▶ [WHAT THE EXERCISE ASKS]
Please copy out every line in the records below that includes the word "does".

▶ [Excerpts from a dataset]

-=-=-

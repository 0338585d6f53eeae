/**
 * Journal entries: the kinds of thing a keeper does to a tank, their fields, and one flat record
 * of text fields shared by the form, the CSV file and the API (the CSV's header names are the
 * form's field names, with the unit in the name). Client-safe: the page's form uses the labels.
 *
 * Stored canonical: shares as fractions, nitrate and ammonia in mg N/L, plant dry mass in g,
 * feed in g a day.
 */
import { z } from "zod";
import { toCanonical, fromCanonical } from "~models/units";

export const ENTRY_KINDS = {
  water_change: "Water change",
  filter_cleaned: "Filter cleaned",
  gravel_cleaned: "Gravel cleaned",
  plants_added: "Plants added",
  plants_removed: "Plants removed",
  plants_trimmed: "Plants trimmed",
  feeding_changed: "Feeding changed",
  fish_added: "Fish added",
  fish_removed: "Fish removed",
  ammonia_dosed: "Ammonia dosed",
  note: "Note",
} as const;
export type EntryKind = keyof typeof ENTRY_KINDS;
const KIND_IDS = Object.keys(ENTRY_KINDS) as [EntryKind, ...EntryKind[]];

export const THOROUGHNESS = {
  light: "Light rinse in tank water",
  thorough: "Thorough rinse in tank water",
  tap_water: "Rinsed in tap water",
} as const;
type Thoroughness = keyof typeof THOROUGHNESS;

/** The flat fields (form names and CSV columns), after the date and the kind. */
export const ENTRY_FIELDS = [
  "water_changed_percent",
  "water_changed_l",
  "tap_nitrate_no3_mg_l",
  "ro_percent",
  "filter_thoroughness",
  "gravel_cleaned_percent",
  "plant_group",
  "plant_dry_g",
  "feed_g_per_day",
  "fish_count",
  "ammonia_n_mg_l",
] as const;
export type EntryField = (typeof ENTRY_FIELDS)[number];

export const FIELD_LABELS: Record<EntryField, string> = {
  water_changed_percent: "Water changed, %",
  water_changed_l: "or water changed, litres",
  tap_nitrate_no3_mg_l: "Tap water nitrate if measured, mg/L NO3",
  ro_percent: "RO water in the change water, %",
  filter_thoroughness: "How thoroughly",
  gravel_cleaned_percent: "Detritus siphoned, % of the gravel",
  plant_group: "Plant group (as named in the scenario)",
  plant_dry_g: "Dry mass, g",
  feed_g_per_day: "Food from this date, g a day",
  fish_count: "How many fish",
  ammonia_n_mg_l: "Ammonia dosed, mg/L as N",
};

/** Which fields each kind uses (the form shows only these; others must be empty). */
export const KIND_FIELDS: Record<EntryKind, readonly EntryField[]> = {
  water_change: ["water_changed_percent", "water_changed_l", "tap_nitrate_no3_mg_l", "ro_percent"],
  filter_cleaned: ["filter_thoroughness"],
  gravel_cleaned: ["gravel_cleaned_percent"],
  plants_added: ["plant_group", "plant_dry_g"],
  plants_removed: ["plant_group", "plant_dry_g"],
  plants_trimmed: ["plant_group", "plant_dry_g"],
  feeding_changed: ["feed_g_per_day"],
  fish_added: ["fish_count"],
  fish_removed: ["fish_count"],
  ammonia_dosed: ["ammonia_n_mg_l"],
  note: [],
};

/** What an entry holds, canonical units; null = not given. */
export type EntryDetails = {
  share?: number | null;
  litres?: number | null;
  tapNitrateMgN?: number | null;
  roShare?: number | null;
  thoroughness?: Thoroughness;
  gravelShare?: number;
  plantGroup?: string;
  plantDryG?: number;
  feedGPerDay?: number;
  fishCount?: number;
  ammoniaMgN?: number;
};

export type EntryInput = { doneAt: number; kind: EntryKind; details: EntryDetails; note: string };

export const MAX_JOURNAL_NOTE = 500;

const num = (label: string, min: number, max: number) =>
  z
    .string()
    .trim()
    .transform((t, ctx) => {
      if (t === "") return null;
      const n = /^[-+]?(\d+\.?\d*|\.\d+)$/.test(t) ? Number(t) : NaN;
      if (!Number.isFinite(n)) {
        ctx.addIssue({ code: "custom", message: `${label} must be a number, e.g. 25` });
        return z.NEVER;
      }
      if (n < min || n > max) {
        ctx.addIssue({ code: "custom", message: `${label} must be between ${min} and ${max}` });
        return z.NEVER;
      }
      return n;
    });

const FlatSchema = z.object({
  kind: z.enum(KIND_IDS, { error: `Kind must be one of: ${KIND_IDS.join(", ")}` }),
  water_changed_percent: num("Water changed (%)", 1, 95),
  water_changed_l: num("Water changed (litres)", 0.1, 100000),
  tap_nitrate_no3_mg_l: num("Tap water nitrate", 0, 400),
  ro_percent: num("RO share (%)", 0, 100),
  filter_thoroughness: z
    .string()
    .trim()
    .refine((t) => t === "" || t in THOROUGHNESS, {
      message: `How thoroughly must be one of: ${Object.keys(THOROUGHNESS).join(", ")}`,
    }),
  gravel_cleaned_percent: num("Detritus siphoned (%)", 1, 100),
  plant_group: z.string().trim().max(60, { error: "The plant group's name is at most 60 characters" }),
  plant_dry_g: num("Dry mass (g)", 0.01, 10000),
  feed_g_per_day: num("Food (g a day)", 0, 1000),
  fish_count: num("How many fish", 1, 1000),
  ammonia_n_mg_l: num("Ammonia dosed", 0.01, 10),
});

type FieldErrors = Partial<Record<EntryField | "kind", string>>;

/**
 * Text fields (a form or a CSV row) → the entry's kind and details, or field errors. Fields the
 * kind does not use must be empty; those it needs must be there.
 */
export function readEntryFields(
  fields: Partial<Record<EntryField | "kind", string>>,
): { ok: true; kind: EntryKind; details: EntryDetails } | { ok: false; errors: FieldErrors } {
  const raw = Object.fromEntries(["kind", ...ENTRY_FIELDS].map((k) => [k, fields[k as EntryField] ?? ""]));
  const errors: FieldErrors = {};
  const kindId = raw.kind.trim() as EntryKind;
  if (Object.hasOwn(KIND_FIELDS, kindId)) {
    const uses = new Set(KIND_FIELDS[kindId]);
    for (const k of ENTRY_FIELDS) {
      if (!uses.has(k) && raw[k].trim() !== "")
        errors[k] = `${ENTRY_KINDS[kindId]} does not use this field: leave it empty`;
    }
  }
  const parsed = FlatSchema.safeParse(raw);
  if (!parsed.success) {
    for (const i of parsed.error.issues) errors[i.path[0] as EntryField] ??= i.message;
    return { ok: false, errors };
  }
  const f = parsed.data;
  const need = (k: EntryField, ok: boolean) => {
    if (!ok && !errors[k])
      errors[k] = `${FIELD_LABELS[k].replace(/^or /, "")} is needed for ${ENTRY_KINDS[f.kind].toLowerCase()}`;
  };
  let details: EntryDetails = {};
  switch (f.kind) {
    case "water_change":
      need("water_changed_percent", f.water_changed_percent !== null || f.water_changed_l !== null);
      if (f.water_changed_percent !== null && f.water_changed_l !== null)
        errors.water_changed_l = "Give the share or the litres, not both";
      details = {
        share: f.water_changed_percent === null ? null : f.water_changed_percent / 100,
        litres: f.water_changed_l,
        tapNitrateMgN: f.tap_nitrate_no3_mg_l === null ? null : toCanonical("nitrate", f.tap_nitrate_no3_mg_l, "asNO3"),
        roShare: f.ro_percent === null ? null : f.ro_percent / 100,
      };
      break;
    case "filter_cleaned":
      need("filter_thoroughness", f.filter_thoroughness !== "");
      details = { thoroughness: f.filter_thoroughness as Thoroughness };
      break;
    case "gravel_cleaned":
      need("gravel_cleaned_percent", f.gravel_cleaned_percent !== null);
      details = { gravelShare: (f.gravel_cleaned_percent ?? 0) / 100 };
      break;
    case "plants_added":
    case "plants_removed":
    case "plants_trimmed":
      need("plant_group", f.plant_group !== "");
      need("plant_dry_g", f.plant_dry_g !== null);
      details = { plantGroup: f.plant_group, plantDryG: f.plant_dry_g ?? 0 };
      break;
    case "feeding_changed":
      need("feed_g_per_day", f.feed_g_per_day !== null);
      details = { feedGPerDay: f.feed_g_per_day ?? 0 };
      break;
    case "fish_added":
    case "fish_removed":
      need("fish_count", f.fish_count !== null && Number.isInteger(f.fish_count));
      details = { fishCount: f.fish_count ?? 0 };
      break;
    case "ammonia_dosed":
      need("ammonia_n_mg_l", f.ammonia_n_mg_l !== null);
      details = { ammoniaMgN: f.ammonia_n_mg_l ?? 0 };
      break;
    case "note":
      break;
  }
  if (Object.keys(errors).length) return { ok: false, errors };
  return { ok: true, kind: f.kind, details };
}

const text = (n: number | null | undefined, digits = 4) =>
  n === null || n === undefined ? "" : String(Number(n.toPrecision(digits)));

/** An entry's details as the flat text fields (the export, and a form filled for editing). */
export function entryFields(kind: EntryKind, d: EntryDetails): Record<EntryField, string> {
  const out = Object.fromEntries(ENTRY_FIELDS.map((k) => [k, ""])) as Record<EntryField, string>;
  if (kind === "water_change") {
    out.water_changed_percent = d.share == null ? "" : text(d.share * 100);
    out.water_changed_l = text(d.litres);
    out.tap_nitrate_no3_mg_l = d.tapNitrateMgN == null ? "" : text(fromCanonical("nitrate", d.tapNitrateMgN, "asNO3"));
    out.ro_percent = d.roShare == null ? "" : text(d.roShare * 100);
  }
  if (kind === "filter_cleaned") out.filter_thoroughness = d.thoroughness ?? "";
  if (kind === "gravel_cleaned") out.gravel_cleaned_percent = text((d.gravelShare ?? 0) * 100);
  if (kind.startsWith("plants_")) {
    out.plant_group = d.plantGroup ?? "";
    out.plant_dry_g = text(d.plantDryG);
  }
  if (kind === "feeding_changed") out.feed_g_per_day = text(d.feedGPerDay);
  if (kind.startsWith("fish_")) out.fish_count = text(d.fishCount);
  if (kind === "ammonia_dosed") out.ammonia_n_mg_l = text(d.ammoniaMgN);
  return out;
}

/** One line for people: "50 % changed (tap 10 mg/L NO3)". */
export function describeEntry(kind: EntryKind, d: EntryDetails): string {
  const f = entryFields(kind, d);
  switch (kind) {
    case "water_change":
      return [
        f.water_changed_percent ? `${f.water_changed_percent} % changed` : `${f.water_changed_l} L changed`,
        f.tap_nitrate_no3_mg_l && `tap water ${f.tap_nitrate_no3_mg_l} mg/L NO3`,
        f.ro_percent && `${f.ro_percent} % RO`,
      ]
        .filter(Boolean)
        .join(", ");
    case "filter_cleaned":
      return d.thoroughness ? THOROUGHNESS[d.thoroughness] : "";
    case "gravel_cleaned":
      return `${f.gravel_cleaned_percent} % of the detritus siphoned`;
    case "feeding_changed":
      return `${f.feed_g_per_day} g of food a day from now on`;
    case "ammonia_dosed":
      return `${f.ammonia_n_mg_l} mg/L as N`;
    case "note":
      return "";
    default:
      return kind.startsWith("plants_") ? `${f.plant_group}: ${f.plant_dry_g} g dry` : `${f.fish_count} fish`;
  }
}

-=-=-

▶ [RESPONSE BELOW]
 * Journal entries: the kinds of thing a keeper does to a tank, their fields, and one flat record
 * kind does not use must be empty; those it needs must be there.
        errors[k] = `${ENTRY_KINDS[kindId]} does not use this field: leave it empty`;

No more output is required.